Cet Entretien est basé sur le chapitre III de La Mère.
Quels sont ceux qui n’ont pas posé de questions la dernière fois? Premier!
Quelle est la différence entre « la vérité divine, spirituelle et supramentale? »
Si j’entendais seulement ce que tu dis, ce serait plus commode!
La vérité divine...?
« ... spirituelle et supramentale... »
Je ne pense pas qu’il y a beaucoup de différence!
Douce Mère, que veut dire « une foi candide » ?
Candide? C’est simple, sincère et qui ne doute point. On parle surtout de la candeur d’un enfant, qui a une foi simple et sans doute.
Douce Mère, est-ce qu’on repousse la Grâce divine chaque fois qu’on fait une faute?
Hein? On repousse chaque fois que l’on fait une faute?

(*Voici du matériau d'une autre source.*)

/** The verdicts, worst first; what could not be judged and the figure it waits for; what was compared and held. */
import Box from '@mui/material/Box';
import Typography from '@mui/material/Typography';
import { type ReactElement, useEffect, useMemo, useRef } from 'react';
import type { CheckReport } from '../../../core/api.ts';
import { Folded } from '../../controls/Folded.tsx';
import { useOpenJob } from '../../state/openJob.ts';
import { PracticeChoice } from '../site/PracticeChoice.tsx';
import { CaseTrouble } from './CaseTrouble.tsx';
import { FindingFilters } from './FindingFilters.tsx';
import { FindingList } from './FindingList.tsx';
import { FindingsTabs } from './FindingsTabs.tsx';
import { filtered, listed, severityCounts } from './findingList.ts';
import { changeView, useFindingsView } from './findingsView.ts';
import { NotDone } from './NotDone.tsx';
import { PassedList } from './PassedList.tsx';
import { PracticesPanel } from './PracticesPanel.tsx';
import { ProtectionPanel } from './ProtectionPanel.tsx';

export function FindingsStage(): ReactElement {
  const answers = useOpenJob(({ answers }) => answers);
  const trouble = useOpenJob(({ solverTrouble }) => solverTrouble);
  const count = useRef<HTMLOutputElement>(null);
  const assumed = useOpenJob(({ job }) => job.practiceAssumed === true);
  // The choice of a rule book goes once it is made: whoever was in it goes on at the head of the list.
  useEffect(() => {
    if (!assumed && document.activeElement === document.body) count.current?.focus();
  }, [assumed]);
  const points = useMemo(() => [...(answers?.points.values() ?? [])], [answers]);
  return (
    <Box sx={{ height: '100%', minHeight: 0, overflow: 'auto', padding: '1rem 1.5rem 2rem' }}>
      <Typography component="h1" variant="h1">
        Findings
      </Typography>
      <Box
        component="output"
        ref={count}
        tabIndex={-1}
        aria-live="polite"
        sx={{ display: 'block', mb: '0.75rem', color: 'var(--soft)', fontVariantNumeric: 'tabular-nums' }}
      >
        {answers === null ? 'The job is being solved …' : countWords(answers.report)}
      </Box>
      {trouble !== null && (
        <Box role="alert" sx={{ color: 'var(--stop)', mb: '0.75rem' }}>
          There are no new answers: {trouble}
        </Box>
      )}
      {assumed && <NoPractice />}
      <CaseTrouble points={points} />
      {answers !== null && (
        <FindingsTabs
          verdicts={<Verdicts report={answers.report} onMade={() => count.current?.focus()} />}
          protection={<ProtectionPanel findings={answers.report.findings} />}
          practices={<PracticesPanel own={answers.report} />}
        />
      )}
    </Box>
  );
}

function Verdicts({ report, onMade }: { readonly report: CheckReport; readonly onMade: () => void }): ReactElement {
  const job = useOpenJob(({ job }) => job);
  const { filter, openKey } = useFindingsView();
  const all = useMemo(() => listed(report.findings), [report]);
  const shown = useMemo(() => filtered(all, filter, job), [all, filter, job]);
  const held = report.passed.reduce((sum, { count }) => sum + count, 0);
  return (
    <>
      {all.length > 0 && (
        <>
          <FindingFilters
            all={all}
            shown={shown.length}
            filter={filter}
            onChange={(changed) => changeView({ filter: changed })}
          />
          <h2 className="only-read">The findings</h2>
          <FindingList shown={shown} openKey={openKey} onOpen={(key) => changeView({ openKey: key })} onMade={onMade} />
        </>
      )}
      <Box sx={{ mt: '1rem' }}>
        <Folded title="Checks not done for want of a figure" aside={report.notChecked.length} open>
          <NotDone rows={report.notChecked} />
        </Folded>
        <Folded title="Comparisons that held" aside={held}>
          <PassedList passed={report.passed} />
        </Folded>
      </Box>
    </>
  );
}

/** `4 findings: 1 stop, 3 fix; 12 checks not done for want of a figure`. */
export function countWords(report: CheckReport): string {
  const { findings, notChecked, passed } = report;
  const held = passed.reduce((sum, { count }) => sum + count, 0);
  const open =
    notChecked.length === 0
      ? 'every check had its figures'
      : `${String(notChecked.length)} not done for want of a figure`;
  if (findings.length === 0) return `No finding in ${String(held)} checks; ${open}.`;
  const told = severityCounts(findings).map(([severity, many]) => `${String(many)} ${severity}`);
  const noun = findings.length === 1 ? 'finding' : 'findings';
  return `${String(findings.length)} ${noun}, worst first: ${told.join(', ')}. ${String(held)} comparisons held; ${open}.`;
}

/** A job that names no practice is judged by no book: that comes first, with the choice at hand. */
function NoPractice(): ReactElement {
  return (
    <Box component="section" aria-labelledby="no-practice" sx={{ mb: '1rem', maxWidth: '60rem' }}>
      <Typography component="h2" variant="h2" id="no-practice">
        No rule book is applied yet
      </Typography>
      <Box component="p" sx={{ mt: '0.25rem', mb: '0.5rem' }}>
        This job names no practice, so nothing below was judged by a rule book: only what needs none. Choose the one
        that is in force where the system stands.
      </Box>
      <PracticeChoice />
    </Box>
  );
}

Eh bien, il y a deux genres différents de fautes. Il y a la faute que l’on fait par ignorance. Cela demeure une faute, et cela met un voile entre la Grâce et vous, mais c’est la faute que l’on fait sans savoir que l’on fait une faute. Mais dès que l’on sait que c’est une faute, alors il faut s’abstenir absolument de le faire, parce que chaque fois qu’on le fait, c’est vrai que l’on construit un mur entre soi et la Grâce divine.

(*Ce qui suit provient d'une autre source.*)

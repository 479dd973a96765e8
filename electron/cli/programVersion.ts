/** The version of the program, as in package.json (a test holds the two together). */
export const programVersion = '0.1.0';
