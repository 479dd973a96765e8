/** Proposals in the order in which they are read: what changes, cheapest first; then what nothing listed solves; apart, what stays. */
import { weightOf } from '../../../core/api.ts';
import type { ListedProposal } from '../../workers/protectionMessages.ts';

export interface SortedProposals {
  readonly open: readonly ListedProposal[];
  readonly kept: readonly ListedProposal[];
}

export function sortedProposals(runs: readonly ListedProposal[]): SortedProposals {
  const open = runs.filter(({ canTake, verdict }) => canTake || verdict === 'none-fits');
  const cost = ({ canTake, cost: of }: ListedProposal): number => (canTake ? weightOf(of) : Number.MAX_VALUE);
  return {
    open: open.toSorted((a, b) => cost(a) - cost(b)),
    kept: runs.filter((run) => !open.includes(run)),
  };
}
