/** Figures out of rows: a value with the source and status that stand in its row. */
import type { Basis, ConductorSize, Figure } from '../../core/api.ts';
import { Defect, parseSize } from '../../core/api.ts';
import type { Row } from '../chemistry/rows.ts';
import { readRows } from '../chemistry/rows.ts';
import sourcesCsv from './sources.csv?raw';

/** Printed phrase of every source of conductors, devices and practices, by id. */
export const sources: ReadonlyMap<string, string> = new Map(
  readRows('conductors/sources.csv', sourcesCsv).map((row) => [row.text('id'), row.text('text')]),
);

/** What a row rests on; a `clause` is printed after the source's phrase. */
export function basisOf(row: Row, clause = ''): Basis {
  const basis = row.basis(sources);
  return clause === '' ? basis : { ...basis, text: `${basis.text}, ${clause}` };
}

/** A figure that must be there. */
export function figureOf(row: Row, column: string): Figure {
  return { value: row.number(column), basis: basisOf(row) };
}

/** A figure that the table may leave empty. */
export function optionalFigure(row: Row, column: string): Figure | undefined {
  const value = row.optionalNumber(column);
  return value === undefined ? undefined : { value, basis: basisOf(row) };
}

/** A figure of a table whose rows carry a `clause`. */
export function clauseFigure(row: Row, column: string): Figure {
  return { value: row.number(column), basis: basisOf(row, row.text('clause')) };
}

/** The filled cells of a row, by column name; `mixed` tables name in `fromMemory` the cells that are remembered only. */
export function cellsOf(
  row: Row,
  columns: readonly string[],
  statuses: 'alike' | 'mixed' = 'alike',
): ReadonlyMap<string, Figure> {
  const remembered = statuses === 'mixed' ? row.text('fromMemory').split(';') : [];
  const cells = new Map<string, Figure>();
  for (const column of columns) {
    const figure = optionalFigure(row, column);
    if (figure === undefined) continue;
    cells.set(column, remembered.includes(column) ? rememberedOnly(figure) : figure);
  }
  return cells;
}

/** The size in a row's `size` column, with its system. */
export function sizeOf(row: Row): ConductorSize {
  const size = parseSize(row.text('size'));
  if (!size.ok) throw new Defect(`a size in a table can be read: ${size.message}`);
  return size.value;
}

function rememberedOnly(figure: Figure): Figure {
  return { ...figure, basis: { ...figure.basis, status: 'from-memory' } };
}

Il y a une très grosse différence entre la faute que l’on fait par ignorance, et que l’on ne fera plus dès que l’on sait que c’est une faute, et la faute que l’on fait sachant que c’est une faute. Et ça, ça s’appelle obstination! Et ça, c’est plus sérieux, c’est même très sérieux. Cela voile la conscience beaucoup, cela voile la conscience tellement, qu’au bout d’un certain temps on ne sait plus du tout que l’on fait des fautes. On les fait en croyant qu’on ne les fait pas. On donne tant d’excuses et de légitimations à tout ce que l’on fait, que l’on finit par croire qu’on ne fait plus de fautes du tout. Alors là, cela devient très grave, parce qu’on est incorrigible!
Quelle est la différence entre la réceptivité et l’ouverture?
Nous avons déjà dit cela une fois. J’ai déjà répondu. Ça ! je vous ait dit que je ne répéterai pas deux fois la même chose, parce que je veux vous habituer à vous rappeler ce que j’ai dit.
Mère, que veut dire « une foi égoïste... colorée par l’ambition » ?
Oui. Par exemple, si l’on veut devenir quelqu’un de très important, avoir une situation considérable, ou attirer l’admiration des gens qui vous entourent, devenir un grand sâdhak, un grand sannyâsî, un grand yogi, etc., quelqu’un de tout à fait important, ça, ça s’appelle avoir une foi pleine d’ambition. Vous avez la foi que cela peut arriver, vous avez la foi dans le Divin, mais c’est pour votre petite gloriole personnelle; et ça, ce n’est plus quelque chose de pur, de sincère et de droit. C’est une chose qui est entièrement pour le profit personnel. Naturellement, il n’est pas question là-dedans d’aucun don de soi; c’est un accaparement de forces autant qu’il vous est possible de les accaparer, c’est-à-dire le mouvement opposé au mouvement véritable. Cela arrive beaucoup plus souvent qu’on ne croit. Ce mouvement d’ambition est souvent caché tout au fond de l’être et il vous pousse, comme ça, par derrière... Il vous donne des coups de fouet pour que vous avanciez. C’est une espèce d’orgueil voilé.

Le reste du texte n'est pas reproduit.